Again, deeper recessions with subdued fertilizer prices could cause that number to be lower.
However, when it comes to buying income in good (or even average) times, I don’t think there’s a company that can beat the potential yield of UAN!
Speaking of fertilizer prices, in its third-quarter earnings call, the company noted that overall grain market conditions are steady, with positive implications for nitrogen fertilizer demand in 2024.
USDA estimates reveal an increase in corn acres planted and a decrease in soybean acres due to drought conditions. Grain prices, coupled with lower fertilizer prices, support attractive farmer economics, contributing to the positive outlook for nitrogen fertilizer demand.
Furthermore, production challenges since July, including unplanned outages, plant turnarounds, and natural gas availability issues, have tightened supply-demand balances.
This, coupled with steady customer demand to replenish inventories, has led to a significant firming of prices in the market.
Adding to that, geopolitical risks, especially in the Middle East and North Africa, remain a wildcard for the nitrogen fertilizer industry.
Natural gas prices in Europe and the U.S. differ significantly, impacting the global nitrogen production cost curve.
As Europe’s natural gas market issues are expected to persist over the next two to three years, we can assume that North American producers continue to enjoy significant pricing (and demand) benefits!
Moreover, with regard to its valuation, I have a hard time giving the stock a fair value for a number of reasons.
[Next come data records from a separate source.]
def comfort_region(
    a1: float,
    a2: float,
    q1_limits: Sequence[float],
    q2_limits: Sequence[float],
    elbow: str = "any",
    x: float = 0.0,
    y: float = 0.0,
    heading_deg: float = 0.0,
    tol: float = 0.05,
    margin_deg: float = 5.0,
    min_abs_q2_deg: float = 10.0,
    max_abs_q2_deg: float = 170.0,
) -> Region:
    """Tool points reachable with room to spare at every joint.

    The construction of :func:`reachable_region` on the limit box shrunk by
    ``margin_deg`` on every side, with the elbow magnitude ``|q2|`` further
    kept within [min_abs_q2_deg, max_abs_q2_deg] (away from full stretch and
    from the inner fold, where the arm loses dexterity).

    Parameters
    ----------
    a1, a2, q1_limits, q2_limits, x, y, heading_deg, tol
        As for :func:`config_region`.
    elbow : {"any", "positive", "negative"}
        The arm's elbow setting.
    margin_deg : float
        Clearance from every joint limit, degrees, >= 0.
    min_abs_q2_deg, max_abs_q2_deg : float
        Allowed elbow magnitudes, ``0 <= min <= max <= 180``.

    Returns
    -------
    shapely.geometry.Polygon or shapely.geometry.MultiPolygon
        Union over the allowed configurations (valid, possibly empty).

    Examples
    --------
    >>> reach = reachable_region(300.0, 200.0, (-120.0, 120.0), (-150.0, 150.0))
    >>> comfy = comfort_region(300.0, 200.0, (-120.0, 120.0), (-150.0, 150.0))
    >>> comfy.area < reach.area and reach.buffer(1e-6).contains(comfy)
    True
    """
    _check_lengths(a1, a2, tol)
    _check_elbow(elbow, ELBOW_SETTINGS)
    q1 = _check_limits("q1_limits", q1_limits)
    q2 = _check_limits("q2_limits", q2_limits)
    if not (math.isfinite(margin_deg) and margin_deg >= 0):
        raise ValueError(f"margin_deg must be a finite number >= 0, got {margin_deg!r}")
    if not (0.0 <= min_abs_q2_deg <= max_abs_q2_deg <= 180.0):
        raise ValueError(
            "need 0 <= min_abs_q2_deg <= max_abs_q2_deg <= 180, got "
            f"{min_abs_q2_deg!r} and {max_abs_q2_deg!r}"
        )
    q1s, q2s = _shrunk(q1, margin_deg), _shrunk(q2, margin_deg)
    if q1s is None or q2s is None:
        return Polygon()
    h = float(heading_deg)
    regs = [
        _config(a1, a2, q1s, q2s, c, float(x), float(y), h, tol, min_abs_q2_deg, max_abs_q2_deg)
        for c in _allowed(elbow)
    ]
    return _union(regs)


@dataclass(frozen=True)
class ArmRegions:
    """All work-envelope regions of one arm, in world coordinates.

    Attributes
    ----------
    annulus : Polygon
        Reach ignoring joint limits.
    positive, negative : Polygon or MultiPolygon
        Configuration regions; empty when the arm's elbow setting forbids that
        configuration.
    reachable : Polygon or MultiPolygon
        Union of ``positive`` and ``negative``.
    both : Polygon or MultiPolygon
        Points reachable in both configurations (empty unless elbow is "any").
    comfort : Polygon or MultiPolygon
        See :func:`comfort_region`.
    """

    annulus: Polygon
    positive: Region
    negative: Region
    reachable: Region
    both: Region
    comfort: Region


def arm_regions(
    arm: Arm,
    tol: float = 0.05,
    *,
    margin_deg: float = 5.0,
    min_abs_q2_deg: float = 10.0,
    max_abs_q2_deg: float = 170.0,
) -> ArmRegions:
    """Every region of an :class:`~kinematics.cell.Arm`, from its base pose, links,
    limits and elbow setting.

    Parameters
    ----------
    arm : kinematics.cell.Arm
        The arm; lengths in the cell's units.
    tol : float
        Outline tolerance in the arm's units (0.05 for millimetre cells; the
        caller converts, e.g. 0.05/25.4 for inch cells).
    margin_deg, min_abs_q2_deg, max_abs_q2_deg : float
        Passed to :func:`comfort_region`.

    Returns
    -------
    ArmRegions

    Examples
    --------
    >>> from kinematics.cell import Arm
    >>> arm = Arm("r1", "Loader", 100.0, 0.0, 90.0, 325.0, 275.0,
    ...           (-130.0, 130.0), (-145.0, 145.0), elbow="negative")
    >>> regs = arm_regions(arm)
    >>> regs.positive.is_empty, regs.both.is_empty, regs.reachable.equals(regs.negative)
    (True, True, True)
    """
    a1, a2 = arm.a1, arm.a2
    _check_lengths(a1, a2, tol)
    _check_elbow(arm.elbow, ELBOW_SETTINGS)
    q1 = _check_limits("q1_limits", arm.q1_limits)
    q2 = _check_limits("q2_limits", arm.q2_limits)
    x, y, h = float(arm.x), float(arm.y), float(arm.heading_deg)
    allowed = _allowed(arm.elbow)
    cfg = {
        c: (_config(a1, a2, q1, q2, c, x, y, h, tol) if c in allowed else Polygon())
        for c in CONFIGURATIONS
    }
    both = _intersection(cfg["positive"], cfg["negative"])
    comfort = comfort_region(
        a1,
        a2,
        q1,
        q2,
        arm.elbow,
        x,
        y,
        h,
        tol,
        margin_deg=margin_deg,
        min_abs_q2_deg=min_abs_q2_deg,
        max_abs_q2_deg=max_abs_q2_deg,
    )
    return ArmRegions(
        annulus=reach_annulus(a1, a2, x, y, tol),
        positive=cfg["positive"],
        negative=cfg["negative"],
        reachable=_union([cfg["positive"], cfg["negative"]]),
        both=both,
        comfort=comfort,
    )


@dataclass(frozen=True)
class RegionArcs:
    """The exact boundary of a configuration region as circle arcs.

    Attributes
    ----------
    centres : ndarray, shape (N, 2)
    radii : ndarray, shape (N,)
    start_deg, span_deg : ndarray, shape (N,)
        Each arc runs counter-clockwise from ``start_deg`` through ``span_deg`` (360 for a
        full circle), in world degrees.
    """

    centres: np.ndarray
    radii: np.ndarray
    start_deg: np.ndarray
    span_deg: np.ndarray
- We have no analyst estimates to use as a benchmark. That’s not the main reason, but I always like to have comparisons.
- I cannot estimate what fertilizer prices will look like in 4Q23, FY2024, or even beyond.
Having said that, I believe that fertilizer prices have plateaued, which means we can expect a longer-term dividend in the 10% to 25% range (depending on price fluctuations).
Also, after the long-term stock downtrend, I like the risk/reward.
However, please be aware of the company’s cyclical behavior. Do not ignore the risks that come with this potentially very juicy yield.
Treat UAN as a wild card. Do not make it a cornerstone of your income portfolio!
Nonetheless, in its space, I believe there’s no better place to get high income than by buying UAN.
Takeaway
In the realm of agriculture fertilizer investments, CVR Partners stands out for its compelling distribution yield.
With strategic assets in Kansas and Illinois, UAN benefits from a robust distribution network and access to competitive feedstock prices, enhancing its competitiveness.
Despite recent earnings challenges, the company maintains strong liquidity, allowing it to declare a noteworthy $1.55 per share distribution in Q3.
While UAN presents an enticing yield potential, cautious investors should approach it as a high-risk, high-reward wild card rather than a cornerstone of their income portfolio.